Может быть, следующие соображения и не повлияли на булгаковский выбор прототипа, но в контексте они оказываются существенными. «Братья Карамазовы» пронизаны церковной темой; напротив, в «Идиоте» церкви как институции не видно. Когда все-таки описывается храм (в сцене свадьбы), то он изображается оскверненным скандальным побегом Настасьи Филипповны. Аналогичный вакуум на месте православной церкви мы видим в «Мастере». Это отвечает двум задачам: подчеркивается разгром церкви в послереволюционные годы и совершенная незаметность разгрома для населения. В «Мастере» не показанное – иногда важней показанного. Что, например, не делается при появлении сатаны из того, что должно бы делаться?

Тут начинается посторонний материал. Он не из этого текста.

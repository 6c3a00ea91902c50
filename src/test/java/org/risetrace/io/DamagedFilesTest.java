package org.risetrace.io;

import org.junit.jupiter.api.Test;
import org.junit.jupiter.api.io.TempDir;
import org.risetrace.frame.InputRejected;

import java.io.IOException;
import java.nio.file.Files;
import java.nio.file.Path;
import java.util.ArrayList;
import java.util.Arrays;
import java.util.List;
import java.util.Random;

import static org.junit.jupiter.api.Assertions.assertTrue;
import static org.junit.jupiter.api.Assertions.fail;

/**
 * Truncated and byte-flipped copies of every fixture either read (a flipped byte may land in unused data) or
 * fail with InputRejected naming the file: never another exception (a stack trace for a user's file).
 */
class DamagedFilesTest {
    @TempDir
    Path dir;

    @Test
    void damagedFixturesFailOnlyWithInputRejected() throws IOException {
        Random rnd = new Random(7);
        List<String> others = new ArrayList<>();
        int rejected = 0;
        for (Path src : FixtureTest.fixtures("")) {
            String name = src.getFileName().toString();
            if (name.endsWith(".md")) continue;
            byte[] b = Files.readAllBytes(src);
            for (int k = 0; k < 12; k++) {
                byte[] d;
                if (k < 4) {
                    d = Arrays.copyOf(b, Math.max(1, (int) (b.length * (0.1 + 0.2 * k))));
                } else {
                    d = b.clone();
                    for (int j = 0; j < 1 + k; j++) d[rnd.nextInt(d.length)] = (byte) rnd.nextInt(256);
                }
                Path f = Files.write(dir.resolve(k + "-" + name), d);
                try {
                    FrameReaders.read(f, ReadContext.defaults());
                } catch (InputRejected e) {
                    rejected++;
                    assertTrue(e.getMessage().contains(f.getFileName().toString()), e.getMessage());
                } catch (RuntimeException e) {
                    others.add(f.getFileName() + ": " + e);
                }
            }
        }
        if (!others.isEmpty()) fail(others.size() + " damaged files escaped as other exceptions: " + others);
        assertTrue(rejected > 100, "most damaged files are refused: " + rejected);
    }
}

Никто не крестится и не бежит в храм. Даже «богобоязненный» буфетчик Соков бежит к доктору; другие и вовсе ищут спасения в самой земной из обителей земной власти – в тюремной камере… «Нет ничего, и ничего не было!» – безрадостная формула. Может быть, она относится больше всего к православной церкви, которая никогда не была духовным центром нации – даже в глазах глубоко верующего Достоевского?..
…Итак, почему мы заговорили о смуте и бедах?

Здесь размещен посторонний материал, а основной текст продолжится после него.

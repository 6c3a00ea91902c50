package org.risetrace.calibration;

import org.junit.jupiter.api.Test;

import java.util.stream.IntStream;

import static org.junit.jupiter.api.Assertions.assertEquals;
import static org.junit.jupiter.api.Assertions.assertSame;
import static org.junit.jupiter.api.Assertions.assertThrows;
import static org.junit.jupiter.api.Assertions.assertTrue;

class BandRadianceTest {
    private static final double K0 = 273.15;

    @Test
    void roundTripTemperatureRadianceTemperatureWithinOneMillikelvin() {
        // issue requirement: 1 mK from -40 to +500 C; checked against the quadrature itself, not the table
        for (double[] bandUm : new double[][]{{7.5, 14}, {8, 14}, {3, 5}}) {
            BandRadiance band = BandRadiance.of(bandUm);
            for (double c = -40; c <= 500; c += 0.37) {
                double exact = Planck.bandRadiance(bandUm[0], bandUm[1], c + K0);
                assertEquals(c, band.celsius(exact), 1e-3, "inverse of exact radiance at " + c + " C");
                assertEquals(c, band.celsius(band.radianceCelsius(c)), 1e-3, "table round trip at " + c + " C");
                assertEquals(1.0, band.radianceCelsius(c) / exact, 1e-9, "table radiance at " + c + " C");
            }
        }
    }

    @Test
    void outsideTheTableFallsBackToQuadrature() {
        BandRadiance band = BandRadiance.of(7.5, 14);
        for (double c : new double[]{-150, -61, 601, 900, 2000}) {
            double exact = Planck.bandRadiance(7.5, 14, c + K0);
            assertEquals(exact, band.radianceCelsius(c), exact * 1e-12);
            assertEquals(c, band.celsius(exact), 1e-6, "at " + c + " C");
        }
    }

    @Test
    void radianceIncreasesMonotonicallyAcrossTableNodes() {
        BandRadiance band = BandRadiance.of(7.5, 14);
        double previous = 0;
        for (double c = -70; c <= 610; c += 0.0731) {
            double l = band.radianceCelsius(c);
            assertTrue(l > previous, "at " + c + " C");
            previous = l;
        }
    }

    @Test
    void cachedPerBandAndSafeAcrossThreads() {
        assertSame(BandRadiance.of(new double[]{7.5, 14}), BandRadiance.of(null));
        BandRadiance band = BandRadiance.of(8, 13);
        assertSame(band, BandRadiance.of(8, 13));
        // concurrent use must give the same answers as sequential use (immutable tables)
        double[] sequential = IntStream.range(0, 2000).mapToDouble(i -> band.celsius(band.radianceCelsius(i * 0.25 - 40))).toArray();
        double[] parallel = IntStream.range(0, 2000).parallel()
                .mapToDouble(i -> BandRadiance.of(8, 13).celsius(BandRadiance.of(8, 13).radianceCelsius(i * 0.25 - 40))).toArray();
        for (int i = 0; i < sequential.length; i++) assertEquals(sequential[i], parallel[i], 0.0);
    }

    @Test
    void radianceAtOrBelowZeroIsRejected() {
        BandRadiance band = BandRadiance.of(7.5, 14);
        IllegalArgumentException e = assertThrows(IllegalArgumentException.class, () -> band.kelvin(-1.0));
        assertTrue(e.getMessage().contains("absolute zero"), e.getMessage());
        assertThrows(IllegalArgumentException.class, () -> band.kelvin(0.0));
        assertThrows(IllegalArgumentException.class, () -> band.kelvin(Double.NaN));
        assertThrows(IllegalArgumentException.class, () -> band.radiance(-3));
        assertThrows(IllegalArgumentException.class, () -> BandRadiance.of(14, 7.5));
    }
}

Иешуа сопутствуют смута и подозрения, вплоть до самых нелепых – Ершалаимский храм считает его агентом-провокатором Пилата! И потому лишь, что он простодушно излагает всем свои мысли.

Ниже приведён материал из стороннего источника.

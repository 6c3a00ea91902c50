package org.risetrace.calibration;

import org.junit.jupiter.api.Test;
import org.junit.jupiter.api.io.TempDir;
import org.risetrace.frame.InputRejected;

import java.io.IOException;
import java.nio.file.Files;
import java.nio.file.Path;
import java.util.List;

import static org.junit.jupiter.api.Assertions.assertEquals;
import static org.junit.jupiter.api.Assertions.assertFalse;
import static org.junit.jupiter.api.Assertions.assertThrows;
import static org.junit.jupiter.api.Assertions.assertTrue;

class MaterialsTest {
    @Test
    void bundledTableHoldsTheMaterialsOfABoard() {
        Materials m = Materials.load();
        for (String name : List.of("solder mask", "epoxy moulded package", "ceramic capacitor body", "oxidised copper",
                "bare copper", "tin-lead solder", "lead-free solder", "aluminium bare", "aluminium anodised",
                "painted sleeve", "polyimide tape", "black vinyl tape"))
            assertTrue(m.contains(name), name);
        for (Material x : m.materials()) assertTrue(m.contains(x.name()));
        for (String name : m.names()) {
            Material x = m.get(name);
            assertTrue(x.emissivity() > 0 && x.emissivity() <= 1, name);
            assertTrue(x.uncertainty() >= 0 && x.uncertainty() < 0.5, name);
            assertFalse(x.source().isBlank(), name);
        }
    }

    @Test
    void bareMetalsAreUnreliableAndTapesAreGoodTargets() {
        Materials m = Materials.load();
        // bright metals emit little in the long-wave band (common practice: they read the room)
        for (String metal : List.of("bare copper", "tin-lead solder", "lead-free solder", "aluminium bare"))
            assertTrue(m.get(metal).unreliable(), metal);
        // tapes and paints are used as emissivity targets because they are near 0.95 (common practice)
        for (String target : List.of("polyimide tape", "black vinyl tape", "painted sleeve", "solder mask"))
            assertTrue(m.get(target).emissivity() >= 0.85 && !m.get(target).unreliable(), target);
    }

    @Test
    void namesMatchIgnoringCaseAndSeparators() {
        Materials m = Materials.load();
        assertEquals("lead-free solder", m.get("Lead_Free  Solder").name());
        assertEquals("black vinyl tape", m.get("black-vinyl-tape").name());
        // short names in use on boards and in scenarios are aliases of the full entries, listed among the names
        assertEquals("epoxy moulded package", m.get("epoxy").name());
        assertEquals("ceramic capacitor body", m.get("ceramic").name());
        assertTrue(m.names().contains("epoxy") && m.names().contains("bare copper"));
    }

    @Test
    void unknownNameListsKnownNames() {
        InputRejected e = assertThrows(InputRejected.class, () -> Materials.load().get("unobtainium"));
        assertTrue(e.getMessage().contains("unobtainium") && e.getMessage().contains("bare copper"), e.getMessage());
    }

    @Test
    void userFileLoads(@TempDir Path dir) throws IOException {
        Path f = dir.resolve("mine.json");
        Files.writeString(f, "[{\"name\": \"grey paint\", \"emissivity\": 0.94, \"uncertainty\": 0.02, \"source\": \"measured\"}]");
        Materials m = Materials.load(f);
        assertEquals(0.94, m.get("grey paint").emissivity(), 0.0);
        assertEquals(1, m.names().size());
    }

    @Test
    void badUserFilesAreRejectedNamingFileLineAndField(@TempDir Path dir) throws IOException {
        Path f = dir.resolve("bad.json");
        Files.writeString(f, "[\n {\"name\": \"a\", \"emissivity\": 0.9, \"uncertainty\": 0.02, \"source\": \"x\"},\n"
                + " {\"name\": \"b\", \"emissivity\": 1.4, \"uncertainty\": 0.02, \"source\": \"x\"}\n]");
        InputRejected e = assertThrows(InputRejected.class, () -> Materials.load(f));
        assertTrue(e.getMessage().startsWith(f.toString()) && e.getMessage().contains("line 3")
                && e.getMessage().contains("'emissivity'"), e.getMessage());

        Files.writeString(f, "[\n {\"name\": \"a\", \"emisivity\": 0.9, \"uncertainty\": 0.02, \"source\": \"x\"}\n]");
        e = assertThrows(InputRejected.class, () -> Materials.load(f));
        assertTrue(e.getMessage().contains("line 2") && e.getMessage().contains("'emisivity'"), e.getMessage());

        Files.writeString(f, "[\n {\"name\": \"a\", \"emissivity\": \"high\", \"uncertainty\": 0.02, \"source\": \"x\"}\n]");
        e = assertThrows(InputRejected.class, () -> Materials.load(f));
        assertTrue(e.getMessage().contains("line 2") && e.getMessage().contains("'emissivity'"), e.getMessage());

        Files.writeString(f, "[{\"name\": \"a\", \"emissivity\": 0.9, \"uncertainty\": 0.02, \"source\": \"x\"},"
                + "{\"name\": \"A\", \"emissivity\": 0.8, \"uncertainty\": 0.02, \"source\": \"y\"}]");
        e = assertThrows(InputRejected.class, () -> Materials.load(f));
        assertTrue(e.getMessage().contains("twice"), e.getMessage());

        Files.writeString(f, "[{\"name\": \"a\", \"aliases\": [\"b\"], \"emissivity\": 0.9, \"uncertainty\": 0.02, \"source\": \"x\"},"
                + "{\"name\": \"b\", \"emissivity\": 0.8, \"uncertainty\": 0.02, \"source\": \"y\"}]");
        e = assertThrows(InputRejected.class, () -> Materials.load(f));
        assertTrue(e.getMessage().contains("twice"), e.getMessage());

        Files.writeString(f, "{\"name\": \"a\"}");
        assertThrows(InputRejected.class, () -> Materials.load(f));
        Files.writeString(f, "[{\"name\": \"a\", \"emissivity\": 0.9, \"uncertainty\": 0.02}]");
        e = assertThrows(InputRejected.class, () -> Materials.load(f));
        assertTrue(e.getMessage().contains("source"), e.getMessage());
        assertThrows(InputRejected.class, () -> Materials.load(dir.resolve("missing.json")));
    }
}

Булгаков открывает нам только два крошечных эпизода его жизни: допрос у Пилата и несколько секунд перед смертью. На допросе он не пытается скрыть свое низкое происхождение и полное одиночество в мире, т. е. ни на йоту не пытается улучшить свое положение. Он отказывается понять намеки Пилата, молчаливые приказы: «Жизнь твоя на волоске, солги!» Его наивная правдивость воистину безумна, но психологически совершенно оправданна, ибо ему незачем лгать, он о себе не заботится. Будучи присужден к мучительной смерти, он жалеет не себя, а своего судью и человека, его предавшего. Его сверхъестественная сострадательность изображена в открытую лишь единожды, в сцене казни, в те самые несколько секунд перед смертью: Иешуа старается, «чтобы голос его звучал ласково и убедительно», когда он просит палача дать попить разбойнику, висящему на соседнем столбе.
Его гибель предуказана его сверхчеловеческим альтруизмом, реализацией сверхдобра Нагорной проповеди. Добро вызывает в мире обратное действие, пробуждает в нем жажду убийства, смерти злой, дьявольской – разбойничьей.
Поэтому символ, сопровождающий все ершалаимское действие, – нож. «…Если бы тебя зарезали перед твоим свиданием с Иудою из Кириафа, право, это было бы лучше» (448), – бормочет Пилат. К этим странным словам был дан развернутый комментарий в «Евангелии Михаила Булгакова»; они означают признание за собой вины и могут быть перефразированы так: «Если б не я с моей свирепостью, тебя бы, естественно, убили ножом на улице, но убили бы не так жестоко, как это вынужден теперь сделать я»[145]. Гибель подразумевается, ибо нельзя в Ершалаиме, среди религиозных фанатиков, озлобленных к тому же тяжким гнетом Рима, бесстрашно говорить все, что думаешь. Уточним: в словаре Пилата слово «зарезать» подразумевает не убийство вообще, а именно удар ножом. Пилат говорит потом об Иуде: «Его зарежут», и, уточняя этот приказ, Афраний переспрашивает: «Так зарежут, игемон?» И – «взлетел нож, как молния»… Обозначения смерти от ножа во всех четырех «ершалаимских» главах ритмически ведут тему рока и возмездия: Иуда получает то, что предназначалось праведнику, которого он предал. Тема эта особенно заметна в диалоге из двадцать шестой главы «Погребение». Несколько раз повторяется: «зарезавших», «его зарезали», «не зарежешь тайно»… Пилат расспрашивает Афрания, как был убит Иуда, и полицейский отвечает: «Убит он с чрезвычайным искусством, прокуратор…» (740). Можно предположить, что нож воздаст возмездие и самому Пилату.
Такова первая линия ножа в «ершалаимских главах». Вторую я назвал бы мотивом хлебного ножа. Он начинается в шестнадцатой главе: Левий Матвей стремится зарезать Иешуа, прежде чем того повесят. Но зарезать ему, мирному человеку, нечем, и он крадет «то, чего лучше и быть не может, – отточенный, как бритва, длинный хлебный нож» (594). Я готов согласиться с М. Йовановичем, что хлебный нож – не разбойничий, кухонный или мясницкий – выбран намеренно, поскольку в христианском каноне хлеб причастия есть тело Христово[146]. Но Булгаков, как всегда, прячет мистическое обоснование детали за реалистическим – «лучше быть не может»: хлебный нож длинный и острый.